Este processo só foi possível graças à colaboração de múltiplos parceiros. Tivemos a colaboração  activa da Sociedades Portuguesa de Ginecologia, o envolvimento do Colégio da Especialidade da Ordem dos Médicos, com a Secção Portuguesa de Uroginecologia.

Também foi essencial ouvir as doentes, que nos transmitiram de forma muito clara as dificuldades vividas no dia a dia. Por fim, houve uma aproximação a entidades internacionais, como a European Urogynaecological Association, que nos ajudaram a alinhar os critérios de formação e de prática clínica com os padrões europeus.

“O impacto será maior rapidez no diagnóstico, tratamentos mais eficazes e melhores resultados cirúrgicos”

O impacto desta subespecialidade será profundo. Em primeiro lugar, permitirá diagnósticos mais rápidos e precisos, evitando anos de sofrimento e encaminhamentos sucessivos. Em segundo lugar, possibilitará tratamentos personalizados, que combinam cirurgia, terapêuticas conservadoras e reabilitação, sempre com foco na qualidade de vida da mulher.

Do ponto de vista hospitalar, haverá maior concentração de experiência em centros especializados, o que aumenta a segurança dos procedimentos e melhora os resultados funcionais. A nova subespecialidade será também um motor de investigação, incentivando o desenvolvimento de técnicas cirúrgicas minimamente invasivas e novas abordagens terapêuticas.

“Queremos organizar uma rede: centros de referência e hospitais secundários a trabalhar em articulação”

A nossa visão é de uma rede organizada e hierarquizada. Nos hospitais centrais e universitários deverão surgir unidades especializadas de Uroginecologia, capazes de tratar os casos mais complexos e de funcionar como polos de formação e investigação. Estes centros trabalharão em estreita colaboração com hospitais secundários, que poderão acompanhar casos menos complexos, e com os Cuidados de Saúde Primários, que terão um papel crucial no rastreio e referenciação.

Outro aspeto essencial será a interdisciplinaridade. A Uroginecologia exige a colaboração de ginecologistas, urologistas, fisiatras, fisioterapeutas especializados em pavimento pélvico, psicólogos e outros profissionais. Só assim se conseguirá responder de forma completa a patologias multifatoriais.

“Os próximos passos passam pela formação e pela comunicação”

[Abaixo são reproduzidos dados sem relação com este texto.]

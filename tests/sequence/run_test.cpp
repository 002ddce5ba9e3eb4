#include <gtest/gtest.h>

#include "tests/sequence/memory_ledger.h"

// One run from the scan to the verdict on disk, and that a seed is all there is to it.
namespace probewright {
namespace {

using sequence::RunVerdict;
using trial::MemoryLedger;
using trial::Trial;

TEST(Run, AHealthyProbePassesAndIsOnDiskWhenTold) {
  MemoryLedger ledger;
  {
    Trial station{ledger.options(1)};
    ASSERT_FALSE(station.start_problem()) << station.start_problem()->text();
    std::int64_t told_at_entry = 0;
    station.on_event = [&](const sequence::LineEvent& event) {
      if (std::holds_alternative<sequence::RunEnded>(event)) told_at_entry = station.seal().entry;
    };
    const trial::Told told = station.test("AQ20-048-00001");
    ASSERT_TRUE(told.outcome) << (told.problem ? told.problem->text() : "hung");
    EXPECT_EQ(told.outcome->verdict, RunVerdict::pass) << told.outcome->cause_words;
    EXPECT_EQ(told.outcome->readings.size(), trial::demonstration().models.at("AQ-20").value.routine.size());
    EXPECT_EQ(told.outcome->closing_entry, told_at_entry) << "the verdict was told before its entry was on disk";
    EXPECT_EQ(station.bench().drive(1), emulated::AdapterDevice::Drive{}) << "an LED is still on";
    EXPECT_TRUE(station.finish());
  }
  const db::VerifyReport report = ledger.verify();
  EXPECT_TRUE(report.ok()) << report.first_fault->what;
  EXPECT_EQ(report.runs, 1);
  EXPECT_EQ(report.open_runs, 0);
  EXPECT_EQ(report.captures, 5);  // electrical, dark, two spectra, one pulse train
}

db::Seal seal_after(std::uint64_t seed) {
  MemoryLedger ledger;
  Trial station{ledger.options(seed)};
  station.test("AQ20-048-00001");
  station.test("AQ20-048-00002");
  EXPECT_TRUE(station.finish());
  return station.seal();
}

// The frame's first promise: a seed is the whole shift, to the last hash.
TEST(Run, OneSeedGivesOneSealAHundredTimes) {
  const db::Seal first = seal_after(7);
  EXPECT_GT(first.entry, 4);
  for (int i = 1; i < 100; ++i) ASSERT_EQ(seal_after(7), first) << "time " << i;
  EXPECT_NE(seal_after(8).hash, first.hash);
}

TEST(Run, TheSameSerialIsCountedAsAnotherTry) {
  MemoryLedger ledger;
  Trial station{ledger.options(1)};
  const auto first = station.test("AQ20-048-00003"), second = station.test("AQ20-048-00003");
  ASSERT_TRUE(first.outcome && second.outcome);
  EXPECT_NE(first.outcome->run, second.outcome->run);
}

}  // namespace
}  // namespace probewright
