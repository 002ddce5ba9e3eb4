#pragma once
#include <QApplication>
#include <QElapsedTimer>

namespace probewright::windows {

/// An application that says which calls kept the main thread busy for too long, so that a window that stutters is
/// noticed by whoever builds it. Only debug builds use it; waiting in an open menu does not count.
class WatchedApplication : public QApplication {
  Q_OBJECT
 public:
  static constexpr int longest_ms = 50;

  WatchedApplication(int& argc, char** argv) : QApplication(argc, argv) {}
  bool notify(QObject* receiver, QEvent* event) override;

  int slow_calls() const { return slow_; }

 private:
  int depth_ = 0;
  int loops_ = 0;        ///< event loops that run inside the outermost call
  bool nested_ = false;  ///< one began since the outermost call did
  int slow_ = 0;
};

}  // namespace probewright::windows
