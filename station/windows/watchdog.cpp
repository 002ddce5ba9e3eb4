#include "station/windows/watchdog.h"

#include <QEvent>
#include <QThread>
#include <QtDebug>

namespace probewright::windows {

bool WatchedApplication::notify(QObject* receiver, QEvent* event) {
  if (QThread::currentThread() != thread()) return QApplication::notify(receiver, event);
  if (depth_ > 0) {
    if (QThread::currentThread()->loopLevel() > loops_) nested_ = true;
    return QApplication::notify(receiver, event);
  }
  // The receiver may be gone afterwards, so it is named before.
  const char* kind = receiver->metaObject()->className();
  const auto type = event->type();
  loops_ = QThread::currentThread()->loopLevel();
  nested_ = false;
  QElapsedTimer timer;
  timer.start();
  ++depth_;
  const bool done = QApplication::notify(receiver, event);
  --depth_;
  if (!nested_ && timer.elapsed() > longest_ms) {
    ++slow_;
    qWarning("the main thread was busy for %d ms with event %d of a %s", static_cast<int>(timer.elapsed()),
             static_cast<int>(type), kind);
  }
  return done;
}

}  // namespace probewright::windows
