#include "station/windows/run_window.h"

#include <QStandardPaths>
#include <QStyleFactory>

#include "station/windows/frame/main_window.h"
#include "station/windows/frame/settings.h"
#include "station/windows/host_door.h"
#include "station/windows/line/line_model.h"
#include "station/windows/line/line_page.h"
#include "station/windows/line/play_strip.h"
#include "station/windows/line/scan_field.h"
#include "station/windows/look/system_scheme.h"
#include "station/windows/setup/setup_page.h"
#include "station/windows/watchdog.h"
#include "station/windows/words/languages.h"

namespace probewright::windows {
namespace {

#ifdef NDEBUG
using Application = QApplication;
#else
using Application = WatchedApplication;
#endif

QString settings_file(const std::string& chosen) {
  if (!chosen.empty()) return QString::fromStdString(chosen);
  return QStandardPaths::writableLocation(QStandardPaths::GenericConfigLocation) +
         QStringLiteral("/probewright/windows.ini");
}

QStringList serial_patterns(const sequence::Configuration& configuration) {
  QStringList patterns;
  for (const auto& [name, model] : configuration.models) patterns << QString::fromStdString(model.value.serial_pattern);
  return patterns;
}

}  // namespace

bool has_display() {
  const auto is_set = [](const char* name) { return !qEnvironmentVariableIsEmpty(name); };
  return is_set("WAYLAND_DISPLAY") || is_set("DISPLAY") || is_set("QT_QPA_PLATFORM");
}

namespace {

/// What every window of the program needs.
class Surroundings {
 public:
  explicit Surroundings(const WindowOptions& options) : settings{settings_file(options.settings)} {
    QApplication::setStyle(QStyleFactory::create(QStringLiteral("Fusion")));
    languages.choose(options.language.empty() ? settings.language() : QString::fromStdString(options.language));
    look.set_scheme(settings.scheme());
    look.set_percent(settings.text_percent());
  }

 private:
  int count_ = 1;
  char name_[12] = "probewright";
  char* words_[2] = {name_, nullptr};
  Application application_{count_, words_};

 public:
  Settings settings;
  Languages languages;
  SystemScheme scheme{true};
  Look look{scheme};
};

}  // namespace

void close_window() {
  if (QCoreApplication* application = QCoreApplication::instance())
    QMetaObject::invokeMethod(
        application, [] { QCoreApplication::quit(); }, Qt::QueuedConnection);
}

int run_window(sequence::LineHost& host, WindowOptions options) {
  Surroundings around{options};
  HostDoor door{host};
  LineModel model{door};
  MainWindow window{{model, around.look, around.languages, around.settings, QString::fromStdString(options.version)}};
  window.line().scan_field().set_shown_forms(serial_patterns(host.configuration()));
  if (options.play != nullptr) window.add_row(new PlayStrip(*options.play, model, around.look));
  const Pump pump{options.feed, model};
  window.show();
  const int status = QApplication::exec();
  return status == 0 && !model.broken().isEmpty() ? 3 : status;
}

SetupEnd run_setup(SetupDoor& door, WindowOptions options) {
  Surroundings around{options};
  SetupPage page{door, around.look};
  page.setWindowTitle(QStringLiteral("Probewright"));
  page.resize(1000, 700);
  SetupEnd end = SetupEnd::left;
  const auto leave = [&](SetupEnd how) {
    end = how;
    page.close();
  };
  QObject::connect(&page, &SetupPage::kept, &page, [&] { leave(SetupEnd::kept); });
  QObject::connect(&page, &SetupPage::emulated_wanted, &page, [&] { leave(SetupEnd::emulated); });
  page.show();
  QApplication::exec();
  return end;
}

}  // namespace probewright::windows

Os próximos passos são claros. Na área da formação, vamos lançar programas de fellowship em Uroginecologia, bem como cursos acreditados dirigidos a ginecologistas. Paralelamente, vamos apostar na sensibilização dos médicos de família, pois são muitas vezes o primeiro contacto das doentes e têm um papel determinante na referenciação precoce e adequada a esta subespecialidade

No campo da comunicação, queremos atuar em duas frentes. Por um lado, junto da comunidade médica, através de congressos, webinars e publicações científicas, para uniformizar práticas e divulgar conhecimento. Por outro lado, junto da população em geral, com campanhas de sensibilização que ajudem a quebrar tabus, sobretudo em torno da incontinência urinária e do prolapso genital. Só assim conseguiremos que mais mulheres procurem ajuda de forma atempada.

Conclusão

A criação da subespecialidade de Uroginecologia é mais do que uma conquista médica: é um compromisso com a saúde e dignidade das mulheres. Ao reconhecer a especificidade das doenças do pavimento pélvico e ao oferecer uma resposta estruturada, diferenciada e multidisciplinar, abre-se uma nova etapa na prática clínica, na formação médica e na investigação.